# Archiving and Compression Tools



## gore (Sep 14, 2012)

Hello all,

I wasn't really exactly sure where to post this, so if it's the wrong forum, please let me know. 

Anyway, on to what I'd like to find out:

I'd like to know more about the Archiving and Compression Tools available on FreeBSD.

Information about my set up :

My Wife and I have a pretty large number of Computers in our Home, and we run a multitude of OSs here, which includes this:

FreeBSD (Mostly 9.0-RELEASE, and for this question, it's all that matters)

Linux - Slackware, Debian, OpenSUSE, Mandriva, LinuxConsole, NetSec L, a few others here and there, but they don't matter.

Windows - I have a single Windows Partition on ONE Computer, which is mainly for games, since, really, what other use would I have?  My Wife also has a Windows Partition.

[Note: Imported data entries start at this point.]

/**
 * Compares a drawing with the one stored. Numbers may differ by what another processor rounds otherwise; all else is
 * exact. A drawing that changed is written beside the stored one, to be looked at and, where right, put in its place.
 */
import { existsSync, readFileSync, rmSync, writeFileSync } from 'node:fs'
import { expect } from 'vitest'

const FOLDER = new URL('../app/drawings/', import.meta.url)
const NUMBER = /-?\d+(?:\.\d+)?/g
/** mm: a few units of the third digit. */
const SAME = 0.004

export function expectDrawing(name: string, drawn: string): void {
  const stored = new URL(`${name}.svg`, FOLDER)
  const changed = new URL(`${name}.changed.svg`, FOLDER)
  const before = existsSync(stored) ? readFileSync(stored, 'utf8') : ''
  const difference = firstDifference(before, drawn)
  if (difference === undefined) {
    rmSync(changed, { force: true })
    return
  }
  writeFileSync(changed, drawn)
  expect.fail(`${name}.svg is drawn otherwise (${difference}); look at test/app/drawings/${name}.changed.svg`)
}

/** The first line that differs, and how; undefined where the drawings are alike. */
export function firstDifference(before: string, after: string): string | undefined {
  const a = before.split('\n')
  const b = after.split('\n')
  for (let i = 0; i < Math.max(a.length, b.length); i++) {
    const [x = '', y = ''] = [a[i], b[i]]
    const isAlike = x.replace(NUMBER, '#') === y.replace(NUMBER, '#') && nearNumbers(x, y)
    if (!isAlike) return `line ${i + 1}: ${x.slice(0, 120)} is now ${y.slice(0, 120)}`
  }
  return undefined
}

function nearNumbers(a: string, b: string): boolean {
  const numbers = b.match(NUMBER) ?? []
  return (a.match(NUMBER) ?? []).every((n, i) => Math.abs(Number(n) - Number(numbers[i])) <= SAME)
}
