/** A Chromium for the end-to-end tests: one on the PATH, else Playwright's own, else the system's package manager's. */
import { execFileSync, spawnSync } from 'node:child_process'
import { accessSync, constants, existsSync } from 'node:fs'
import { delimiter, join } from 'node:path'
import { chromium } from 'playwright-core'

const NAMES = ['chromium', 'chromium-browser', 'google-chrome', 'google-chrome-stable', 'microsoft-edge', 'msedge']
const SYSTEM = [
  '/Applications/Google Chrome.app/Contents/MacOS/Google Chrome',
  '/Applications/Chromium.app/Contents/MacOS/Chromium',
  'C:\\Program Files\\Google\\Chrome\\Application\\chrome.exe',
  'C:\\Program Files (x86)\\Microsoft\\Edge\\Application\\msedge.exe',
]

export const NO_BROWSER =
  'No browser for the end-to-end tests: put a Chromium on the PATH, or run `npx playwright-core install chromium`, or run the tests as root where apt-get is.'

function isProgram(path: string): boolean {
  try {
    accessSync(path, constants.X_OK)
    return true
  } catch {
    // Not there, or not to be run: look further.
    return false
  }
}

/** Path of a browser that is there already; undefined where there is none. */
export function foundBrowser(path: string = process.env.PATH ?? ''): string | undefined {
  const given = process.env.LEVELSTEAD_BROWSER
  if (given && isProgram(given)) return given
  const folders = path.split(delimiter).filter((folder) => folder !== '')
  const onPath = folders.flatMap((folder) => NAMES.map((name) => join(folder, name))).find(isProgram)
  if (onPath) return onPath
  const own = chromium.executablePath()
  if (own && existsSync(own)) return own
  return SYSTEM.find(isProgram)
}

/** The same, fetched where it is missing and can be had; throws the sentence that says what to do. */
export function ensuredBrowser(): string {
  const found = foundBrowser()
  if (found) return found
  if (process.getuid?.() === 0 && spawnSync('apt-get', ['--version']).status === 0) {
    console.log('Fetching a browser for the end-to-end tests with apt-get …')
    const quiet = { stdio: 'ignore' as const, env: { ...process.env, DEBIAN_FRONTEND: 'noninteractive' } }
    if (spawnSync('apt-get', ['install', '-y', 'chromium'], quiet).status !== 0) {
      spawnSync('apt-get', ['update'], quiet)
      spawnSync('apt-get', ['install', '-y', 'chromium'], quiet)
    }
  } else {
    const cli = join(import.meta.dirname, '../../node_modules/playwright-core/cli.js')
    if (existsSync(cli))
      spawnSync(process.execPath, [cli, 'install', 'chromium'], { stdio: 'ignore', timeout: 300_000 })
  }
  const fetched = foundBrowser()
  if (!fetched) throw new Error(NO_BROWSER)
  execFileSync(fetched, ['--version'], { stdio: 'ignore' })
  return fetched
}

/** As root Chromium wants to be told that nobody shields it. */
export const BROWSER_ARGUMENTS = process.getuid?.() === 0 ? ['--no-sandbox'] : []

Both are Windows 7 Home Premium 64 Bit Edition.

Solaris.

Anyway, I'm interested in learning more about the tools available for Archiving and Compression, and, of course, anyone who would like to share their thoughts and experience and opinions, is very much welcome to do so.

I know there are a LOT of tools out there for this, and I've been trying to test out as many as I can, but I'd like some help if possible.

Now, the most important thing to ME, is the Compression Rates; I have a Server set up running Slackware Linux 12.0, and it's served me well over the last couple years. For the most part, and for the sake of Cross Platform ease of use, I've been using Bzip2 on that. 

On Windows 7, I've installed TUGZip, PeaZip, and 7-Zip, which I actually like a lot. I also have WinRAR installed but I don't really use it, as I prefer the way the others work. But again, I'm going to use whatever works best after I learn more.

For Archiving, I've been keeping it oldschool and just using Tar. So with that particular aspect, I'm open to ANY Suggestions.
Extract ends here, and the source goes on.